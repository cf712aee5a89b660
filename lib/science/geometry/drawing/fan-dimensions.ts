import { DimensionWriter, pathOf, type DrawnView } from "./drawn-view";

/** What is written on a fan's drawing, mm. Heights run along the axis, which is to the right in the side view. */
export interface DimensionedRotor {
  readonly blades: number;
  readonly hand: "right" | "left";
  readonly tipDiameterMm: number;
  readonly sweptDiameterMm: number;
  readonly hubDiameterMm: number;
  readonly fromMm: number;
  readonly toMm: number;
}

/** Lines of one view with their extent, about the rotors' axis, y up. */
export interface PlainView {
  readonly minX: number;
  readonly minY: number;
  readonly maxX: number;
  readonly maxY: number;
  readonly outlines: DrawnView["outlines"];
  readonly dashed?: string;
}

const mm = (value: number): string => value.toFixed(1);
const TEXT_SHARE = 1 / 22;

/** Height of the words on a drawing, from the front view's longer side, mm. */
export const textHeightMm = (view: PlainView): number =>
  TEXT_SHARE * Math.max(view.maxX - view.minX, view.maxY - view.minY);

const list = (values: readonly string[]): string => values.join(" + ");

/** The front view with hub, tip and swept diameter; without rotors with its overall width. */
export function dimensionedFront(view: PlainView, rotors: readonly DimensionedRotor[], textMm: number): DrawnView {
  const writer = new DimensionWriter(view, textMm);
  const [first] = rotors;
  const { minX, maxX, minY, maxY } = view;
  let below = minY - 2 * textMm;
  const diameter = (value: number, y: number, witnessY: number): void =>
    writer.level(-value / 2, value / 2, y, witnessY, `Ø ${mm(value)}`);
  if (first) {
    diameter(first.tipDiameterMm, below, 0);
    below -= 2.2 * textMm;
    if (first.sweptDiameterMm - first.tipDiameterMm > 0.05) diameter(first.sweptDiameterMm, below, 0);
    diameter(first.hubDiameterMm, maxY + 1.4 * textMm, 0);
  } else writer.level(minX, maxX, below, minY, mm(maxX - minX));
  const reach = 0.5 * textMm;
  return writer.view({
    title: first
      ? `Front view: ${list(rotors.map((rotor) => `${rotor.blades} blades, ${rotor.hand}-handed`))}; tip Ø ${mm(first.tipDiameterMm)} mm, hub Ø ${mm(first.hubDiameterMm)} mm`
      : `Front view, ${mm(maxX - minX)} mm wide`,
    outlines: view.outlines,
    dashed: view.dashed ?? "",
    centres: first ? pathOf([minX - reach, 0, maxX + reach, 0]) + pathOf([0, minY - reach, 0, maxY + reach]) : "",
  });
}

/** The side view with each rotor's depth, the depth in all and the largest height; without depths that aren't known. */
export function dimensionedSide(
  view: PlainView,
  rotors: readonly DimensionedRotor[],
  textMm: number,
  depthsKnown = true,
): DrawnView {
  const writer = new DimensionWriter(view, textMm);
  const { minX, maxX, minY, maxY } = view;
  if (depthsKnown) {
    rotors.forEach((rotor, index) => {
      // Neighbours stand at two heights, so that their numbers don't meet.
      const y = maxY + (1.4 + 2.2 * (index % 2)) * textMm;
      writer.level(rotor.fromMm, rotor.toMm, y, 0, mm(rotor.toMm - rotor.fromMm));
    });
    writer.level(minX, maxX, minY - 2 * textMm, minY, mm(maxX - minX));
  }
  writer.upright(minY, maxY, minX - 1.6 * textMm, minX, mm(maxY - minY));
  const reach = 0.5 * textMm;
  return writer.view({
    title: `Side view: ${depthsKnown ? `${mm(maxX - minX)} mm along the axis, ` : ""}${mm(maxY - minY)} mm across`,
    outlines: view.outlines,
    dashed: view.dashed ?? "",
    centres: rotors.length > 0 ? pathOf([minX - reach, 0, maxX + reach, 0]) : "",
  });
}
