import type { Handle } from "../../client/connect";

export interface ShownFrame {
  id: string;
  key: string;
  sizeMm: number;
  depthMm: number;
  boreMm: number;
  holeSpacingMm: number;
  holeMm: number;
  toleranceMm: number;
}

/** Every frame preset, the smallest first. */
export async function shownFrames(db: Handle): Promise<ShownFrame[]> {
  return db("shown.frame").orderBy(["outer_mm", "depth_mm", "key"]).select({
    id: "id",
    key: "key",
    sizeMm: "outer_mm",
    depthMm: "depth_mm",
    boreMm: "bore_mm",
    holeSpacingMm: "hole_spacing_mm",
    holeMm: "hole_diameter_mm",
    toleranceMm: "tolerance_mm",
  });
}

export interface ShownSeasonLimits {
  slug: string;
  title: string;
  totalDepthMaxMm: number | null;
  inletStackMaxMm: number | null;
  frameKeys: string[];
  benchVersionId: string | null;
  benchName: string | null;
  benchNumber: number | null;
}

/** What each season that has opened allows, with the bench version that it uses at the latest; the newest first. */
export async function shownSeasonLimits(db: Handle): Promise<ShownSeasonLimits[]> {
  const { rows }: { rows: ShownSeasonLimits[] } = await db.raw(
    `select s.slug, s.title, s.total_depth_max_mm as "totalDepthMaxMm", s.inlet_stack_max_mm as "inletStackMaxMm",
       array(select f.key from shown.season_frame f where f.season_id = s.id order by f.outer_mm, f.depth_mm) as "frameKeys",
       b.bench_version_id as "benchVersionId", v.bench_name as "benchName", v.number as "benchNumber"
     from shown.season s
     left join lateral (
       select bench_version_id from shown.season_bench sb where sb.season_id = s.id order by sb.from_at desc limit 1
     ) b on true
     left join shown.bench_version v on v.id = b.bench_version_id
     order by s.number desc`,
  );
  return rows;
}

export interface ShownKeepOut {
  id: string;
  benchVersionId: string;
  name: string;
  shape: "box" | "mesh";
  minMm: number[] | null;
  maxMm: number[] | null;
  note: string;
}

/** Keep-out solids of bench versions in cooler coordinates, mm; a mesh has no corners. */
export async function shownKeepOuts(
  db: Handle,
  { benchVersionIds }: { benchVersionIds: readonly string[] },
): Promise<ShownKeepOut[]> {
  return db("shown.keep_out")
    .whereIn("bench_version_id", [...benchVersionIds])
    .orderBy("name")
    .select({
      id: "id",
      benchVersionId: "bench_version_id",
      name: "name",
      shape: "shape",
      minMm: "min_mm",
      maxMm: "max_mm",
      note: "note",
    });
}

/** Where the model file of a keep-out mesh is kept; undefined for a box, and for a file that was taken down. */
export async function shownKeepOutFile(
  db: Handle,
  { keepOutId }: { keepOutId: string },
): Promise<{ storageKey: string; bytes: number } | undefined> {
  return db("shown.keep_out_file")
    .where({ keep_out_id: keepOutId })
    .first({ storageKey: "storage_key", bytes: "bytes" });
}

======

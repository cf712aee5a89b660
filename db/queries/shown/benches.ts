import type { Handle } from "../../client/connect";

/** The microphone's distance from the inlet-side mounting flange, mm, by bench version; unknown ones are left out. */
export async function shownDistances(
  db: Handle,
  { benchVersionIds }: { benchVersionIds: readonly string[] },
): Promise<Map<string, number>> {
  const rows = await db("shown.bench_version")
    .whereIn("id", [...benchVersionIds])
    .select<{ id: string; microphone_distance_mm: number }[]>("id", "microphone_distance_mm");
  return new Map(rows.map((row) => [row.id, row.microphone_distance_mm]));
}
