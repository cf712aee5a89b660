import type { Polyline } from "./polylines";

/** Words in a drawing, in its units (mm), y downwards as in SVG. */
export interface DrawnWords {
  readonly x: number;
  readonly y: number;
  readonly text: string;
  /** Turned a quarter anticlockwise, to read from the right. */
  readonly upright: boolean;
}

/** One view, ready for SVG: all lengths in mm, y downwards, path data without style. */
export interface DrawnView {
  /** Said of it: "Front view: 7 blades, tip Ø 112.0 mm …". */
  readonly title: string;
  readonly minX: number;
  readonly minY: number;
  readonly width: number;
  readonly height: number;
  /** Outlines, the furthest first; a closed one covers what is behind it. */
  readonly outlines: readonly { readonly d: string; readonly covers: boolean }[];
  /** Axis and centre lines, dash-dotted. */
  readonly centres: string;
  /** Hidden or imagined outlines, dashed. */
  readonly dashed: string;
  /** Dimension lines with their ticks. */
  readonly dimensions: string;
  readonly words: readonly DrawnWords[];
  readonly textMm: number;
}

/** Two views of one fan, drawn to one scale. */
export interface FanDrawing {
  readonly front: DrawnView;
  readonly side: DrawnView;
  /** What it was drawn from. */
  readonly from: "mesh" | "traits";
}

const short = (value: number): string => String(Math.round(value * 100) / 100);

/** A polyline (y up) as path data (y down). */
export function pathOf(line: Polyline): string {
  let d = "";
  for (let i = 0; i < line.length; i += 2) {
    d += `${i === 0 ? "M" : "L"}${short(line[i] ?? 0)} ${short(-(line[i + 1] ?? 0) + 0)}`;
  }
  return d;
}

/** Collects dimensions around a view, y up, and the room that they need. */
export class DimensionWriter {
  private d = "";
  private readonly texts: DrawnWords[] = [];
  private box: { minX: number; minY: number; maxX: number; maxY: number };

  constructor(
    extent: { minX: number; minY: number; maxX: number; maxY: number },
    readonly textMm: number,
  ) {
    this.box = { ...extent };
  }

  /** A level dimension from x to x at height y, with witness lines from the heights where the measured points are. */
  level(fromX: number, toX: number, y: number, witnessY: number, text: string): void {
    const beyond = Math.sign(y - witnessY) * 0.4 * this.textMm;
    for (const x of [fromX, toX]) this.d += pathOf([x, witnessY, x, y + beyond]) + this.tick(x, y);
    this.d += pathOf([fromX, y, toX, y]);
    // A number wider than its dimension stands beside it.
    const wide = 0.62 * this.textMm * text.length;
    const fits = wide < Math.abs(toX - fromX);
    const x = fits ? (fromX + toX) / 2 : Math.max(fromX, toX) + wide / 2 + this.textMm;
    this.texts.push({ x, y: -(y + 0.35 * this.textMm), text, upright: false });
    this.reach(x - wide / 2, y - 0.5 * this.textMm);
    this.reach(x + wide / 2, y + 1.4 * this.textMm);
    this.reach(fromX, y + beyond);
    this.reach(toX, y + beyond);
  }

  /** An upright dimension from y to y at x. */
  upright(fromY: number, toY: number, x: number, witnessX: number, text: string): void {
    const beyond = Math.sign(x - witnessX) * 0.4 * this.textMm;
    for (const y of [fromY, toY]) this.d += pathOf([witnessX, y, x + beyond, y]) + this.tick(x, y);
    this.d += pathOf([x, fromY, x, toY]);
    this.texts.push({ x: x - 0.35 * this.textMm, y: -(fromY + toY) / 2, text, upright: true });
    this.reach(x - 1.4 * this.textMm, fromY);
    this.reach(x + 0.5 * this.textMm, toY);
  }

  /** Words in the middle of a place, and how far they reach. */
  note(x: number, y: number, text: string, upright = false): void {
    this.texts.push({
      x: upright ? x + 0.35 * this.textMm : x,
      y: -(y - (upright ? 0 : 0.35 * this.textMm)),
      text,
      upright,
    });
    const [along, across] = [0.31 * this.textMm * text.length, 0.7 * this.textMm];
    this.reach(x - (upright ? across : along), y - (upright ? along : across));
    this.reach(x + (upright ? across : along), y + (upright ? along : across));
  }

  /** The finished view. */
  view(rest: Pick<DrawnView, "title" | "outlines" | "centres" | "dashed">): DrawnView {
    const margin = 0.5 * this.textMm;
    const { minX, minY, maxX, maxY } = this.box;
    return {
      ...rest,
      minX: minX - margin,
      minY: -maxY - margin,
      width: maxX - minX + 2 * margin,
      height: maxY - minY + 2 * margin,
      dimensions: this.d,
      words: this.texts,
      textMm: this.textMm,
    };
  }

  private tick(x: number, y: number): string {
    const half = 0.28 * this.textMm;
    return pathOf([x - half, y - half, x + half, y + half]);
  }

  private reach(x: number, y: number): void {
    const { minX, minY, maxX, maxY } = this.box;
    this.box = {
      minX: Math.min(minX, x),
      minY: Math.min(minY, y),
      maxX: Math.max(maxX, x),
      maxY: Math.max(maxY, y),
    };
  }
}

======

> Task instructions
Search the records above for the string "sweptDiameterMm". Report each line that has it.

> Task solution
  readonly sweptDiameterMm: number;
    if (first.sweptDiameterMm - first.tipDiameterMm > 0.05) diameter(first.sweptDiameterMm, below, 0);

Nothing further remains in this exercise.